Search code examples
regexcapturing-group

regex: substitute character in captured group


EDIT

In a regex, can a matching capturing group be replaced with the same match altered substituting a character with another?

ORIGINAL QUESTION

I'm converting a list of products into a CSV text file. Every line in the list has: number name[ description] price in this format:

1 PRODUCT description:120
2 PRODUCT NAME TWO second description, maybe:80
3 THIRD PROD:18


The resulting format must include also a slug (with - instead of ) as second field:

1 PRODUCT:product-1:description:120
2 PRODUCT NAME TWO:product-name-two-2:second description, maybe:80
3 THIRD PROD:third-prod-3::18

The regex i'm using is this:

(\d+) ([A-Z ]+?)[ ]?([a-z ,]*):([\d]+)

and substitution string is:

`\1 \2:\L$2-\1:\3:\4

This way my result is:

1 PRODUCT:product-1:description:120
2 PRODUCT NAME TWO:product name two-2:second description, maybe:80
3 THIRD PROD:third prod-3::18

what i miss is the separator hyphen - i need in the second field, that is group \2 with '-' instead of ''.
Is it possible with a single regex or should i go for a second pass?

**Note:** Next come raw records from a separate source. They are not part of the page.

"""Failure recipes: named design overrides that make the startup model show each failure class.

Each :class:`Scenario` is a set of flat parameter overrides (as ``load_design`` / ``Design.replace``
take them), the condition at which the measurement engine gives its verdict, and a one-line physical
reason. They drive the demo traces (sample_runs/make_samples.py) and the simulated bench's population;
tests/model/test_scenarios.py checks every verdict. Figures are from the model, not silicon.
Behavioural model, not transistor-level sign-off.
"""

from __future__ import annotations

from dataclasses import dataclass, field
from typing import Any, Mapping


@dataclass(frozen=True)
class Scenario:
    name: str
    verdict: str  # what labtool.measure gives at (ramp_s, temperature_c) with ``limits``
    overrides: Mapping[str, Any]
    ramp_s: float
    temperature_c: float
    t_stop_s: float  # record length from the start of the ramp (the demo capture's record)
    physics: str
    limits: Mapping[str, float] = field(default_factory=dict)  # Limits fields the verdict needs

    def apply(self, design):
        """``design`` with this scenario's overrides."""
        return design.replace(**dict(self.overrides))


SCENARIOS: dict[str, Scenario] = {s.name: s for s in (
    Scenario("startup_open", "stuck_at_zero", {"i_start_a": 0.0}, 0.1, -40.0, 0.225,
             "no startup current (an open startup device): nothing lifts the core out of the zero state, "
             "which is stable at cold where the mirror's off-state current is femtoamps"),
    Scenario("starved_amplifier", "slow_start", {"amp_bias_min_a": 0.5e-9}, 1e-3, -40.0, 2.25e-3,
             "the self-biased amplifier's bias floor is 0.5 nA instead of 20 nA: near zero current it is "
             "starved, so the loop that lifts the core is slow and the delay grows to hundreds of µs",
             {"max_delay_s": 100e-6}),
    Scenario("late_strong_pulldown", "ringing",
             {"startup_kind": "pulldown", "startup_sense": "output", "startup_v_off_v": 1.0, "i_start_a": 20e-6,
              "amp_gbw_hz": 1e5}, 10e-6, 125.0, 180e-6,
             "a gate pull-down startup holds the mirror fully on until the output reaches 1.0 V; the slow "
             "amplifier (100 kHz) then needs microseconds to pull the gate back, so the output overshoots"),
    Scenario("hot_leaky_q1", "recollapse", {"leak_q1_a": 4e-9}, 0.1, 125.0, 0.225,
             "junction leakage at the Q1 node (4 nA at 27 °C, doubling every 10 K: ~3.6 µA at 125 °C) "
             "leaves no wanted operating point when hot: the output rises while the amplifier is still "
             "unbiased on the ramp (~0.25 V) and falls back to zero once it is biased"),
    Scenario("trim_ratio_low", "wrong_level", {"r2_over_r1": 7.0}, 10e-6, 25.0, 180e-6,
             "R2/R1 trimmed to 7.0 instead of 9.4: the PTAT term (R2/R1)·VT·ln N is short by ~0.13 V, "
             "the reference settles near 1.07 V", {"expect_v": 1.2}),
)}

(for now i'm using Sublime text editor)

Thanx.


Solution

  • I don't think doing this in a single pass is reasonable and maybe it's not even possible. To replace the spaces with hyphens, you will need either multiple passes or use continous matching, both will lose the context of the capturing groups you need to rearrange your structure. So after your first replace, I would search for (?m)(?:^[^:\n]*:|\G(?!^))[^: \n]*\K and replace with -. I'm not sure if Sublime uses multiline modifier per default, you might drop the (?m) then.

    The answer might be a different one, if you were to use a programming language, that supports callback function for regex replace operations, where you could do the to - replace inside this function.